## Task statement
Return each line of the listing that has the word "DatabaseAccess" in it.

## Task input
————

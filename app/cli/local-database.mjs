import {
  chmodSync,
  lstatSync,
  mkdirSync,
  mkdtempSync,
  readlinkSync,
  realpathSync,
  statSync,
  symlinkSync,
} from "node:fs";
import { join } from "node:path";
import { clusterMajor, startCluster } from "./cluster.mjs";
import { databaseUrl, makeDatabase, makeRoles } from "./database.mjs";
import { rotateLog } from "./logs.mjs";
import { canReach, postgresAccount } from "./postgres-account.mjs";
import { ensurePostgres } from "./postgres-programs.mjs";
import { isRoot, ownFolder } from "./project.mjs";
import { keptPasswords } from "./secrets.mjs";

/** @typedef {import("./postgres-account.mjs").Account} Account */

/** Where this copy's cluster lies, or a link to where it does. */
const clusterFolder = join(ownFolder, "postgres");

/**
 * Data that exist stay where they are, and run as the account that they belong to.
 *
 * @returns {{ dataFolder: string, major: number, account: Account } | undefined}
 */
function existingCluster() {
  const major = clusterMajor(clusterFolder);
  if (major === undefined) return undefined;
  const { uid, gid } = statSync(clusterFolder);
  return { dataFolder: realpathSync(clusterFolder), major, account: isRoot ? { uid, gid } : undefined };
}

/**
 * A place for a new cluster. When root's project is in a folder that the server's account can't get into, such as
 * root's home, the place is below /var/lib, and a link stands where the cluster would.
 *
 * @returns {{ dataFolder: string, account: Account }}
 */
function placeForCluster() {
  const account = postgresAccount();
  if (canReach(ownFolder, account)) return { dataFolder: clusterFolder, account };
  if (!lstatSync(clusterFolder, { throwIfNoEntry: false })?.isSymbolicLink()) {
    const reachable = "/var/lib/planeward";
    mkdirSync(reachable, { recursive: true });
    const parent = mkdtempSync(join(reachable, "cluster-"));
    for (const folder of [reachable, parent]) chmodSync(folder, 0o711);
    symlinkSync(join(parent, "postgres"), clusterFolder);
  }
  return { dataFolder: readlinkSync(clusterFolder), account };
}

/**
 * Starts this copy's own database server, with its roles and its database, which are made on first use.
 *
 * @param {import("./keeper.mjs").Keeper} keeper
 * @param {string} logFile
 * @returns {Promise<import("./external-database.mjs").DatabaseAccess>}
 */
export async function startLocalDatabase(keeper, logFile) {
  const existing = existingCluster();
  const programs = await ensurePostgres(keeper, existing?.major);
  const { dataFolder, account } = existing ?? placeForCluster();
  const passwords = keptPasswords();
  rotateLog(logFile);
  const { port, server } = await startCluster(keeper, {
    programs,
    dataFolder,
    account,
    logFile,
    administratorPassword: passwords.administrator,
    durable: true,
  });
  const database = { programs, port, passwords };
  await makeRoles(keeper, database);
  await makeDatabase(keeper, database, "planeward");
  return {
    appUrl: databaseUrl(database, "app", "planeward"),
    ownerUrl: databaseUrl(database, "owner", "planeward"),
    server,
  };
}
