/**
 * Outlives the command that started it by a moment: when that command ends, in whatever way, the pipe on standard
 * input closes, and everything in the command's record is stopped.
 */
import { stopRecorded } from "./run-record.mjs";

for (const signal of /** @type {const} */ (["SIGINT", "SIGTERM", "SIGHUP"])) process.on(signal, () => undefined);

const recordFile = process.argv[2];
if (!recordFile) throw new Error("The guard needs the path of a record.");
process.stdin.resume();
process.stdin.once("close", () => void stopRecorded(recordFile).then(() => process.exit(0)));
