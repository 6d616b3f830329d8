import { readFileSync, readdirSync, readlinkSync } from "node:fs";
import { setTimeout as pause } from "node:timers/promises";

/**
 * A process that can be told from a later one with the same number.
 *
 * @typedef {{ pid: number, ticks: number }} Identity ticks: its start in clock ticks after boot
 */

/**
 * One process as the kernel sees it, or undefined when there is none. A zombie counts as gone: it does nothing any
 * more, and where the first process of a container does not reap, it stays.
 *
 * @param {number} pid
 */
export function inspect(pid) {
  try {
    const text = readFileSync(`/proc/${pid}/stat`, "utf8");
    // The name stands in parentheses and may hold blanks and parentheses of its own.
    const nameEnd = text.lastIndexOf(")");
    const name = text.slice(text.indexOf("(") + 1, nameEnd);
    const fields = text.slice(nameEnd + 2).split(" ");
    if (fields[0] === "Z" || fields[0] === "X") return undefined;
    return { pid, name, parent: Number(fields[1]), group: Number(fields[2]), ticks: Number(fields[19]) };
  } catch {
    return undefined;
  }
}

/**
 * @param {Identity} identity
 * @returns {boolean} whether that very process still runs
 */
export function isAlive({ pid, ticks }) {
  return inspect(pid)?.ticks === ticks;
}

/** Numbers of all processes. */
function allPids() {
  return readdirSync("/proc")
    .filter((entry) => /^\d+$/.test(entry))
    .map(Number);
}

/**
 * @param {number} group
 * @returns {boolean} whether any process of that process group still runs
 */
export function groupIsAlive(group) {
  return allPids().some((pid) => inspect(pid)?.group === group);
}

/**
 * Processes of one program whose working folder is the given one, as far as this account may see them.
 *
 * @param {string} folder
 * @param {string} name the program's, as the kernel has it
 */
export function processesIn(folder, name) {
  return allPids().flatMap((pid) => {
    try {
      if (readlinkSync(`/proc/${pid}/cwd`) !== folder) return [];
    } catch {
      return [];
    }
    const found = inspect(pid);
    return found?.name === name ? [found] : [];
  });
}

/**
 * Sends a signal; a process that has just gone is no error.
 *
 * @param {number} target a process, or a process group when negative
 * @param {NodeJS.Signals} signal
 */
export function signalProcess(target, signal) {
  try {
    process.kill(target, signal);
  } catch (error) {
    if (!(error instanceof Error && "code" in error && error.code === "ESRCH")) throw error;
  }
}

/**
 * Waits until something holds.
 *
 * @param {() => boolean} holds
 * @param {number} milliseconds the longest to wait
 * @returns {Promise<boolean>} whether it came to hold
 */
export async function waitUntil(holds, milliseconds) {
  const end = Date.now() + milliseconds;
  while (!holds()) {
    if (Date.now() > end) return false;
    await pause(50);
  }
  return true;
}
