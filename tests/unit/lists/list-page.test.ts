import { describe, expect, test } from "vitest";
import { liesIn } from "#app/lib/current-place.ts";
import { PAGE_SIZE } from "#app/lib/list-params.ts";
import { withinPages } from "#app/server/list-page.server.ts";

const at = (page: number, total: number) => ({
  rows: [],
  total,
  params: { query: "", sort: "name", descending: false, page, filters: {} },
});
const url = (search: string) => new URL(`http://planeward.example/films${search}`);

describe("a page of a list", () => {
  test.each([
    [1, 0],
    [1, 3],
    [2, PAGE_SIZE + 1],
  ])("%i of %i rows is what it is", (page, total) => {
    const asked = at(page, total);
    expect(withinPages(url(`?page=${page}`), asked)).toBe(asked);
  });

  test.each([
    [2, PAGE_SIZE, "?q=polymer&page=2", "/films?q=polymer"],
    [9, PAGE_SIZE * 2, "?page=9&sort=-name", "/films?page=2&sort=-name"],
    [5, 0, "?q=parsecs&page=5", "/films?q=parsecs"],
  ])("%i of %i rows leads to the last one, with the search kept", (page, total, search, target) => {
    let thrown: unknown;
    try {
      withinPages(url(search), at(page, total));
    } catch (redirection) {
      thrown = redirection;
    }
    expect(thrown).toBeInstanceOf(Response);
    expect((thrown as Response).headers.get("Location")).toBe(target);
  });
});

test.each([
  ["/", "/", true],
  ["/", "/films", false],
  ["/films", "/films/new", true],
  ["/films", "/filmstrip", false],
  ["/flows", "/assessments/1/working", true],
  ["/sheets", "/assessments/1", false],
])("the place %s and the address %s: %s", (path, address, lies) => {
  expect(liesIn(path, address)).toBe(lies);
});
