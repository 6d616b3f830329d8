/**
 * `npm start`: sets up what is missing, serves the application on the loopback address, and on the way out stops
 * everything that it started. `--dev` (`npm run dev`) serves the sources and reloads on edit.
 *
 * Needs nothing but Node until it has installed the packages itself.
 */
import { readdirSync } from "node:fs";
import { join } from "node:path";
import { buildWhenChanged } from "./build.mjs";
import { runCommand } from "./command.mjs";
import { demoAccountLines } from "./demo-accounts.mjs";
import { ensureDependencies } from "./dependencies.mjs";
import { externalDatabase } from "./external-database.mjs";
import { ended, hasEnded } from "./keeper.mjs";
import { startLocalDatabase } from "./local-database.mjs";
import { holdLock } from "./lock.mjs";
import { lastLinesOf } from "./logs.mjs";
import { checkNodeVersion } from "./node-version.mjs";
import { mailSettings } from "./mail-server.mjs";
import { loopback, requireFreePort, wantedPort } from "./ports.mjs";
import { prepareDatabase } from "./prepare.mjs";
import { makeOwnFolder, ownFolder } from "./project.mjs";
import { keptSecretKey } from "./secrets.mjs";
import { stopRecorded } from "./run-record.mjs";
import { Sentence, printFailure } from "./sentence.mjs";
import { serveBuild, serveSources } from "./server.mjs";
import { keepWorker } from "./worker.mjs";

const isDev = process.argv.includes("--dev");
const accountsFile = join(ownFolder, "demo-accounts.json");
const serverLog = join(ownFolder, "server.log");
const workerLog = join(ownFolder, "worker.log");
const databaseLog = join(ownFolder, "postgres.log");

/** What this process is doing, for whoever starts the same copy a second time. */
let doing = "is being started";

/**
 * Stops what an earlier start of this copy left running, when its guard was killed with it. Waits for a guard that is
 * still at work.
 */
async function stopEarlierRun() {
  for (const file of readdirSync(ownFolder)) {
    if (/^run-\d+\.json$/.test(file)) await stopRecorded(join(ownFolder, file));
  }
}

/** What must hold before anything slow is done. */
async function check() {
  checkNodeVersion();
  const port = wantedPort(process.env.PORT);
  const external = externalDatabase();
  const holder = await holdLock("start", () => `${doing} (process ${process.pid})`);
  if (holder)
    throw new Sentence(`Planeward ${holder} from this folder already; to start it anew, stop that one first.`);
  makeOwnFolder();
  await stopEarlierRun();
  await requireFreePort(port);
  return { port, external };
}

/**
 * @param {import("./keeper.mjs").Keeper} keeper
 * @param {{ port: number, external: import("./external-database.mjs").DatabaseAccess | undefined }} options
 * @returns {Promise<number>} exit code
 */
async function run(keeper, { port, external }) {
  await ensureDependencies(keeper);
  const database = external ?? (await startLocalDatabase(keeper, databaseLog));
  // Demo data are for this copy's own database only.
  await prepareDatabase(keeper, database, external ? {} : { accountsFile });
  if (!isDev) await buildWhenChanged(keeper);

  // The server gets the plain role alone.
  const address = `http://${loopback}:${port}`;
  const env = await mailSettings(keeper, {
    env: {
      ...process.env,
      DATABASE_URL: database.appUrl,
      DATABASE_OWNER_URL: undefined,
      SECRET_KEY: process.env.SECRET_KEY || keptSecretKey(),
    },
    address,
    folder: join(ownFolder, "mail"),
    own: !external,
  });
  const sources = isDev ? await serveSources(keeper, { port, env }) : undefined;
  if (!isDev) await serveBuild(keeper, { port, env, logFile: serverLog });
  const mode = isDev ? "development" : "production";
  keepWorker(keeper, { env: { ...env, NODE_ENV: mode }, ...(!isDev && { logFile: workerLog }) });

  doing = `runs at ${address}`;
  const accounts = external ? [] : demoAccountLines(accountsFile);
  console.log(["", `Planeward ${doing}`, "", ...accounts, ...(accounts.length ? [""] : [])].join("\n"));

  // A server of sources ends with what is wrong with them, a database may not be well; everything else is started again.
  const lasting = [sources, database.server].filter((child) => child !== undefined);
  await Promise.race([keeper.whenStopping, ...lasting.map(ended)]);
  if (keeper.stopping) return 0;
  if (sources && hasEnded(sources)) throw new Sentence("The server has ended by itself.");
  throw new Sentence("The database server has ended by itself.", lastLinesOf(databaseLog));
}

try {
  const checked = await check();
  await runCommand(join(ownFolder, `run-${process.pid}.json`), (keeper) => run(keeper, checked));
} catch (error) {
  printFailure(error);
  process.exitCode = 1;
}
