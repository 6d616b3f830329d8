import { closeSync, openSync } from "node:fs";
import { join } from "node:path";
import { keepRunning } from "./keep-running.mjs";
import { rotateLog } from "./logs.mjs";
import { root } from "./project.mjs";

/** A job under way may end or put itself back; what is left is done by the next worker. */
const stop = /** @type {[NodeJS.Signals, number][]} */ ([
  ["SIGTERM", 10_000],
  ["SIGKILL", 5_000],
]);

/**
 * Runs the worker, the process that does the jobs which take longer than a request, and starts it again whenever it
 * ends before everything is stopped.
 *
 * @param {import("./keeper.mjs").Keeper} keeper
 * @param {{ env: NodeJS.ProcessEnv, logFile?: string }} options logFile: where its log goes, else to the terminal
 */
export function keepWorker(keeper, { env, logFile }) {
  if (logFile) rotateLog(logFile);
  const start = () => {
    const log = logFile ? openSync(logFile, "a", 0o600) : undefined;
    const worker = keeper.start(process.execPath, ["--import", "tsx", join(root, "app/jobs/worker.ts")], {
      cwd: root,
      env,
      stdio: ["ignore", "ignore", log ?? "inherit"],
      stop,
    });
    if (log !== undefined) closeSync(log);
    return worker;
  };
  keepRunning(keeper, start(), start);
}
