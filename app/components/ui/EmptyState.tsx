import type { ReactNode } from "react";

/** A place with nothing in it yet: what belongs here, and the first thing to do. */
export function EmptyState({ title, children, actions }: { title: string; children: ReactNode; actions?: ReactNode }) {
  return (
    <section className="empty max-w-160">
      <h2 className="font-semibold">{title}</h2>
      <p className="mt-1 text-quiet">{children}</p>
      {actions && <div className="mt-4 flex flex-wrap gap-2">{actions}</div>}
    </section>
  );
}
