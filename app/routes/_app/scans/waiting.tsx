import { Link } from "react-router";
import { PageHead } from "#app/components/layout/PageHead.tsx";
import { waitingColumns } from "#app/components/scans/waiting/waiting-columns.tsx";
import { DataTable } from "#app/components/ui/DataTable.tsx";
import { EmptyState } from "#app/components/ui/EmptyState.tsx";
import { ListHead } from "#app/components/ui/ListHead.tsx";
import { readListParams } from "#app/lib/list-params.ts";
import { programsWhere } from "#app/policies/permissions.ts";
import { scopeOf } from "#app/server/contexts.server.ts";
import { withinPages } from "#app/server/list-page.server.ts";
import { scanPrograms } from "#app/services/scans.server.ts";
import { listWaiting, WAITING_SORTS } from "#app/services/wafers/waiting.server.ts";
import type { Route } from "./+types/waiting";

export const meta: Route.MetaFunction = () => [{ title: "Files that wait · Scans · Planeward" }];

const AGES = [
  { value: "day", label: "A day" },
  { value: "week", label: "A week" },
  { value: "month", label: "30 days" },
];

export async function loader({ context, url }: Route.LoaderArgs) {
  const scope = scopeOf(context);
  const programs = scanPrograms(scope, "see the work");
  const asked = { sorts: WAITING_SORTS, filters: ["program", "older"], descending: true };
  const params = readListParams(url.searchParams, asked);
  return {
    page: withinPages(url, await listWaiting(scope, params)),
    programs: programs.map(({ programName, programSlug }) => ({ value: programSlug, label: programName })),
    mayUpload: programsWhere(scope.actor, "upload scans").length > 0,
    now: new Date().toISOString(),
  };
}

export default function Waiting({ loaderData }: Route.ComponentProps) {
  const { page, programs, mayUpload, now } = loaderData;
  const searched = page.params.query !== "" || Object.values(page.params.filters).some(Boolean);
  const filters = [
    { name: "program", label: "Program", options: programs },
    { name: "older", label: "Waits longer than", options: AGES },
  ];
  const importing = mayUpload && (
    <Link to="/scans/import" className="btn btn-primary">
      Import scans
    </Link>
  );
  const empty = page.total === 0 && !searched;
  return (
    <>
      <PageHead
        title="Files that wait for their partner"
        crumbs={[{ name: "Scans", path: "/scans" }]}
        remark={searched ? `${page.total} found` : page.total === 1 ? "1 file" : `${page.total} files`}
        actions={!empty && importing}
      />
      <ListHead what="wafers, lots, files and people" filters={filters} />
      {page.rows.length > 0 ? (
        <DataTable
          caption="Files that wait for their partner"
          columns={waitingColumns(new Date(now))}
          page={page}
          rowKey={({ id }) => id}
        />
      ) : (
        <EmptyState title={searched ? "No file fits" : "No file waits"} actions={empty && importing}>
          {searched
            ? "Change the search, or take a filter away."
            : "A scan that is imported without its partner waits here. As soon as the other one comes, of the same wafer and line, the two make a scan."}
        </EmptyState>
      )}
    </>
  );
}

————

## Result
 * @returns {Promise<import("./external-database.mjs").DatabaseAccess>}
 * @param {{ port: number, external: import("./external-database.mjs").DatabaseAccess | undefined }} options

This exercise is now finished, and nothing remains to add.